**What you are asked to do**
Copy each line of the following data that contains "source".

-- Opening Marker --

def fit_region(act_s, mask, pixel_size_um=None, weight=None) -> dict:
    """Fit a plane wave and a point source to a region's activation times; keep the better.

    Parameters
    ----------
    act_s : (Y, X) ndarray
        Unwrapped activation times, seconds.
    mask : (Y, X) bool ndarray
    pixel_size_um : float, optional
    weight : (Y, X) ndarray, optional
        Weight of each pixel, 1 / variance of its activation time (see
        :func:`delay_uncertainty`); equal weights by default.

    Returns
    -------
    dict
        ``model`` ("plane" or "point"), ``speed_um_s`` (pixels/s without a pixel
        size), ``direction_deg`` (plane wave; NaN for a point source),
        ``origin_yx`` (point source centre, or the earliest pixel for a plane
        wave), ``rms_s`` residual (weighted).
    """
    scale = float(pixel_size_um) if pixel_size_um else 1.0
    wmap = np.ones(np.shape(act_s)) if weight is None else np.asarray(weight, float)
    ok = np.asarray(mask, bool) & np.isfinite(act_s) & np.isfinite(wmap) & (wmap > 0)
    if ok.sum() < 6:
        return {"model": "none", "speed_um_s": np.nan, "direction_deg": np.nan, "origin_yx": (np.nan, np.nan),
                "rms_s": np.nan}
    yy, xx = np.nonzero(ok)
    t = np.asarray(act_s, float)[ok]
    w = wmap[ok] / wmap[ok].mean()
    if t.size > FIT_MAX_POINTS:  # an even subsample is plenty for four parameters
        keep = np.random.default_rng(0).choice(t.size, FIT_MAX_POINTS, replace=False)
        yy, xx, t, w = yy[keep], xx[keep], t[keep], w[keep]
    sw = np.sqrt(w)
    # centred coordinates: a line of pixels (one coordinate constant) must not lend
    # the intercept a gradient along the missing direction
    a = np.column_stack([np.ones_like(t), yy - yy.mean(), xx - xx.mean()])
    coef, *_ = np.linalg.lstsq(a * sw[:, None], t * sw, rcond=None)
    plane_rms = float(np.sqrt(np.average((a @ coef - t) ** 2, weights=w)))
    gy, gx = coef[1] / scale, coef[2] / scale
    g = np.hypot(gy, gx)
    i0 = int(np.argmin(t))
    plane = {"model": "plane", "speed_um_s": float(1 / g) if g > 0 else np.inf,
             "direction_deg": float(np.degrees(np.arctan2(gy, gx))),
             "origin_yx": (float(yy[i0]), float(xx[i0])), "rms_s": plane_rms}

    def resid(p):
        t0, y0, x0, slow = p
        return sw * (t0 + slow * np.hypot(yy - y0, xx - x0) - t)

    def jac(p):
        _, y0, x0, slow = p
        r = np.hypot(yy - y0, xx - x0)
        safe = np.where(r > 0, r, 1.0)
        return sw[:, None] * np.column_stack([np.ones_like(r), -slow * (yy - y0) / safe,
                                              -slow * (xx - x0) / safe, r])

    p0 = [t[i0], yy[i0], xx[i0], max(g * scale, 1e-6)]
    try:
        fit = least_squares(resid, p0, jac=jac, loss="soft_l1", f_scale=max(plane_rms, 1e-6))
        t0, y0, x0, slow = fit.x
        point_rms = float(np.sqrt(np.mean(resid(fit.x) ** 2) / np.mean(w)))
    except (ValueError, np.linalg.LinAlgError):
        return plane
    plane_exact = plane_rms <= 1e-6 * (float(t.max() - t.min()) + 1e-12)
    if point_rms < 0.8 * plane_rms and slow > 0 and not plane_exact:
        return {"model": "point", "speed_um_s": float(scale / slow), "direction_deg": np.nan,
                "origin_yx": (float(y0), float(x0)), "rms_s": point_rms}
    return plane


#: Propagation is reported only when the delays vary across the region more than their noise
#: explains: the chance that pure noise passes is at most this (see :func:`propagation_test`).
PROPAGATION_ALPHA = 1e-3


def delay_uncertainty(score, period_s) -> np.ndarray:
    """Standard deviation of each pixel's activation delay from its lock-in's signal-to-noise ratio.

    With ``score`` = |z|^2 / N (:func:`tempofield.kernels.phase.locked_score`),
    the lock-in phase of a signal in white noise has a standard deviation of
    about 1 / sqrt(2 score) radians (small-noise approximation, capped at
    that of a uniform phase, pi / sqrt(3)), i.e. that share of ``period_s``
    over 2 pi, in seconds.
    """
    with np.errstate(invalid="ignore", divide="ignore"):
        sd_rad = np.minimum(1.0 / np.sqrt(2.0 * np.asarray(score, float)), np.pi / np.sqrt(3.0))
    return sd_rad / (2 * np.pi) * np.asarray(period_s, float)


def propagation_test(act_s, mask, sd_s, pooling_radius: int = 0) -> dict:
    """Do the activation times vary across the region more than their own noise explains?

    The weighted scatter of the delays about their weighted mean,
    chi2 = sum w (d - mean)^2 with w = 1 / sd^2, is compared with its
    distribution for a region that beats all at once: chi-square with
    n_eff - 1 degrees of freedom, where neighbouring pooled pixels share
    noise, so ``(2 r + 1)^2`` pixels count as one (n_eff = n / (2r+1)^2, and
    chi2 is divided by the same factor). Propagation is measurable when the
    chance of so large a scatter from noise alone is below
    :data:`PROPAGATION_ALPHA`.

    Returns
    -------
    dict
        ``measurable`` (bool), ``p_value``, ``spread_s`` (the weighted
        standard deviation of the delays), ``noise_s`` (the typical delay
        uncertainty: the root of the weighted mean variance).
    """
    from scipy.stats import chi2 as chi2_dist

    d = np.asarray(act_s, float)
    sd = np.asarray(sd_s, float)
    ok = np.asarray(mask, bool) & np.isfinite(d) & np.isfinite(sd) & (sd > 0)
    n = int(ok.sum())
    block = (2 * int(pooling_radius) + 1) ** 2
    n_eff = n / block
    if n_eff < 3:
        return {"measurable": False, "p_value": 1.0, "spread_s": np.nan, "noise_s": np.nan}
    w = 1.0 / sd[ok] ** 2
    mean = np.sum(w * d[ok]) / w.sum()
    chi2 = float(np.sum(w * (d[ok] - mean) ** 2)) / block
    p_value = float(chi2_dist.sf(chi2, n_eff - 1))
    return {"measurable": p_value < PROPAGATION_ALPHA, "p_value": p_value,
            "spread_s": float(np.sqrt(np.sum(w * (d[ok] - mean) ** 2) / w.sum())),
            "noise_s": float(np.sqrt(n / w.sum()))}


def region_propagation(delay_s, regions, periods: dict, pixel_size_um=None, frame_interval_s=None,
                       radius: int = 3, *, delay_sd_s=None, pooling_radius: int = 0) -> tuple[dict, np.ndarray]:
    """Per-region propagation summary and the (Y, X, 2) velocity field.

    With ``delay_sd_s`` (each pixel's delay uncertainty, :func:`delay_uncertainty`)
    the fits are weighted by 1 / sd^2 and a region gets a speed, direction and
    origin only when :func:`propagation_test` finds its delays vary more than
    their noise explains; a pixel of the velocity field only where its local
    gradient is significant too (|grad T| over its standard error above the
    same test's threshold for two degrees of freedom). Otherwise the region
    is "synchronous": NaN speed, direction and origin, and ``note`` says
    within how much it beats. Without uncertainties, delays that span less
    than one frame interval count as synchrony.
    """
    h, w = regions.shape
    field = np.full((h, w, 2), np.nan)
    out = {}
    boxes = ndi.find_objects(np.asarray(regions))
    sd_map = None if delay_sd_s is None else np.asarray(delay_sd_s, float)
    for label, period in periods.items():
        if not 0 < label <= len(boxes) or boxes[label - 1] is None:  # no pixels: nothing to fit
            out[label] = {"model": "none", "speed_um_s": np.nan, "direction_deg": np.nan,
                          "origin_yx": (np.nan, np.nan), "rms_s": np.nan}
            continue
        # Everything below is local to the region: work on its bounding box
        # (a neighbourhood fit only sees pixels inside the mask anyway).
        ys, xs = boxes[label - 1]
        box = (slice(ys.start, ys.stop), slice(xs.start, xs.stop))
        mask = regions[box] == label
        act = unwrap_delay(delay_s[box], mask, period)
        span = np.nanmax(act) - np.nanmin(act) if np.isfinite(act).any() else 0.0
        sd = None if sd_map is None else sd_map[box]
        test = None if sd is None else propagation_test(act, mask, sd, pooling_radius)
        if test is not None:  # the delays' own noise decides (a lock-in resolves lags far below a frame)
            synchronous = not test["measurable"]
        else:  # without uncertainties: less than one frame interval is taken as synchrony
            synchronous = frame_interval_s is not None and span < frame_interval_s
        if synchronous:
            within = test["spread_s"] if test else span / 2
            out[label] = {"model": "synchronous", "speed_um_s": np.nan, "direction_deg": np.nan,
                          "origin_yx": (np.nan, np.nan), "rms_s": np.nan,
                          "note": f"no measurable propagation: the region beats within +-{1000 * within:.0f} ms"
                                  + (f" (delay noise {1000 * test['noise_s']:.0f} ms, p = {test['p_value']:.2g})"
                                     if test else "")}
            continue
        weight = None if sd is None else 1.0 / np.maximum(sd, 1e-12) ** 2
        _, _, vel = velocity_from_activation(act, mask, pixel_size_um, radius)
        if sd is not None:
            vel[~_significant_gradient(act, mask, sd, radius, pooling_radius)] = np.nan
        field[box][mask] = vel[mask]
        fit = fit_region(act, mask, pixel_size_um, weight)
        oy, ox = fit["origin_yx"]
        out[label] = {**fit, "origin_yx": (oy + ys.start, ox + xs.start)}
        if test:
            out[label]["p_value"] = test["p_value"]
    return out, field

-- Closing Marker --

**Response area**
    """Fit a plane wave and a point source to a region's activation times; keep the better.
        size), ``direction_deg`` (plane wave; NaN for a point source),
        ``origin_yx`` (point source centre, or the earliest pixel for a plane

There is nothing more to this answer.